Morgan reviews Turner syndrome and notes that its incidence is between 1:2,500-3,000 live female births. Physical exam often shows a webbed neck, broad chest, cubitus valgus (forearm malformation), and misshapen ears. These patients have normal intelligence, unlike other chromosomal abnormality syndromes, but they may have problems with "nonverbal, social, and psychomotor skills." Like other chromosomal abnormalities, these patients are at increased risk of congenital heart defects. They are also at increased risk for other abnormalities, such as osteoporosis, renal malformations (horseshoe kidney), lymphedema, diabetes, and sensorineural hearing loss.

Sybert and McCauley review Turner syndrome and discuss its management. Patients can be treated with recombinant human growth hormone (hGH), which may lead to an increase in height between 0-12 cm, depending on when treatment is begun. Hormone replacement therapy is typically begun around the age of 14 to allow for proper puberty development and to prevent the early development of osteoporosis.

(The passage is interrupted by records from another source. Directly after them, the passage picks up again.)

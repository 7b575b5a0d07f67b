import { outputLossDb } from './amplifier';
import { bankChargeTargets } from './battery';
import { solveNetwork } from './solve';
import { AWG_SIZES, type BuildDocument, type Cable, type CableSize } from './types';

/** IEC 60228 nominal cross-sections (mm²) used for metric cables. */
export const IEC_SIZES_MM2 = [
	1.5, 2.5, 4, 6, 10, 16, 25, 35, 50, 70, 95, 120, 150, 185, 240,
] as const;

export interface UpgradeHint {
	kind: 'upsize_cable' | 'add_bank' | 'raise_set_point' | 'second_alternator';
	/** The part the change starts from. */
	targetId: string;
	description: string;
	/** Lowest amplifier terminal voltage under burp, before and after the change (V). */
	beforeV: number;
	afterV: number;
	gainV: number;
	/**
	 * Output gained at the weakest amplifier of the changed build, in dB (its loss against its rating
	 * at `afterV` less that at `beforeV`): the same figure the plan comparison shows for a plan made
	 * of this change. Null when either build collapses under the burp.
	 */
	gainDb: number | null;
	/** The changed build, ready to become a plan. */
	document: BuildDocument;
}

/** The next size up for a cable, or one more parallel run when it is already the largest size. */
export function nextSize(cable: Cable): Pick<Cable, 'size' | 'parallelRuns'> {
	const s = cable.size;
	if (s.kind === 'awg') {
		const i = AWG_SIZES.indexOf(s.awg);
		return i < AWG_SIZES.length - 1
			? { size: { kind: 'awg', awg: AWG_SIZES[i + 1]! }, parallelRuns: cable.parallelRuns }
			: { size: s, parallelRuns: cable.parallelRuns + 1 };
	}
	const area = s.kind === 'mm2' ? s.mm2 : s.areaMm2;
	const next = IEC_SIZES_MM2.find((x) => x > area * 1.0001);
	const size: CableSize = next ? { kind: 'mm2', mm2: next } : s;
	return next
		? { size, parallelRuns: cable.parallelRuns }
		: { size, parallelRuns: cable.parallelRuns + 1 };
}

function weakestAmp(
	doc: BuildDocument,
	conditions: { engineRpm: number; demand: number; conductorTempC: number },
): { v: number; id: string | null } {
	const s = solveNetwork(doc, conditions);
	// A collapsed system has no operating point at this demand: count it as no voltage at all.
	if (s.status === 'collapse') return { v: 0, id: null };
	const weakest = s.amplifiers.reduce((w, a) => (a.terminalV < w.terminalV ? a : w));
	return { v: weakest.terminalV, id: weakest.id };
}

function freshId(doc: BuildDocument, base: string): string {
	const used = new Set([...doc.alternators, ...doc.banks].map((x) => x.id));
	for (let i = 2; ; i++) if (!used.has(`${base}-${i}`)) return `${base}-${i}`;
}

/**
 * Single changes ranked by the voltage they give back at the weakest amplifier under burp: each
 * cable one size up (or one more run at 4/0), one more string in each bank (a bank like it in
 * parallel), each regulator raised to the lowest absorption voltage of the banks it charges (never
 * past any bank's limit), and a second alternator like the first. Each is one network solve.
 */
export function upgradeHints(
	doc: BuildDocument,
	conditions: { engineRpm: number; demand: number; conductorTempC: number },
): UpgradeHint[] {
	if (doc.amplifiers.length === 0) return [];
	const beforeV = weakestAmp(doc, conditions).v;
	const hints: UpgradeHint[] = [];
	const consider = (
		kind: UpgradeHint['kind'],
		targetId: string,
		description: string,
		change: (d: BuildDocument) => void,
	) => {
		const next = structuredClone(doc);
		change(next);
		const after = weakestAmp(next, conditions);
		const afterV = after.v;
		const amp = after.id ? next.amplifiers.find((a) => a.id === after.id) : undefined;
		hints.push({
			kind,
			targetId,
			description,
			beforeV,
			afterV,
			gainV: afterV - beforeV,
			gainDb: amp && beforeV > 0 ? outputLossDb(amp, afterV) - outputLossDb(amp, beforeV) : null,
			document: next,
		});
	};
	for (const cable of doc.cables) {
		const up = nextSize(cable);
		const label =
			up.size.kind === 'awg'
				? `${up.size.awg} AWG`
				: up.size.kind === 'mm2'
					? `${up.size.mm2} mm²`
					: 'a larger size';
		const text =
			up.parallelRuns > cable.parallelRuns
				? `Add a parallel run to "${cable.label}"`
				: `Upsize "${cable.label}" to ${label}`;
		consider('upsize_cable', cable.id, text, (d) =>
			Object.assign(
				d.cables.find((c) => c.id === cable.id)!,
				up,
			),
		);
	}
	for (const bank of doc.banks) {
		consider('add_bank', bank.id, `Add a bank like "${bank.label}" beside it`, (d) => {
			d.banks.find((b) => b.id === bank.id)!.stringsInParallel += 1;
		});
	}
	const ceiling = doc.banks.length
		? Math.min(...doc.banks.map((b) => bankChargeTargets(b).absorptionV))
		: null;
	for (const alt of doc.alternators) {
		if (ceiling !== null && ceiling > alt.setPointV + 0.05) {
			consider(
				'raise_set_point',
				alt.id,
				`Raise "${alt.label}" to ${ceiling.toFixed(2)} V (the lowest bank absorption voltage)`,
				(d) => {
					d.alternators.find((a) => a.id === alt.id)!.setPointV = ceiling;
				},
			);
		}
	}
	const first = doc.alternators[0];
	if (first) {
		consider('second_alternator', first.id, `Add an alternator like "${first.label}"`, (d) => {
			d.alternators.push({
				...structuredClone(first),
				id: freshId(d, first.id),
				label: `${first.label} (second)`,
			});
		});
	}
	return hints.sort((a, b) => b.gainV - a.gainV);
}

Figure A and Illustration A demonstrates the karyotype of a person with Turner syndrome. The red box demonstrates the absence of a sex chromosome. Illustration B demonstrates a normal karyotype. The second sex chromosome can be either an X or Y. If it is an X, it is a female's karyotype, or if it is a Y, it is a male's. Illustration C demonstrates the webbed neck of Turner syndrome.

Incorrect answers:
Answer 1: Gynecomastia can be seen with patients who have Klinefelter syndrome (47,XXY).

Answer 2: Rocker-bottom feet can be seen with patients who have Edward's syndrome (trisomy 18).

Answer 3: Elfin facies are characteristic of patients who have William's syndrome (microdeletion of the long arm of chromosome 7).

Answer 5: Microcephaly can see be in patients with Patau's syndrome (trisomy 13).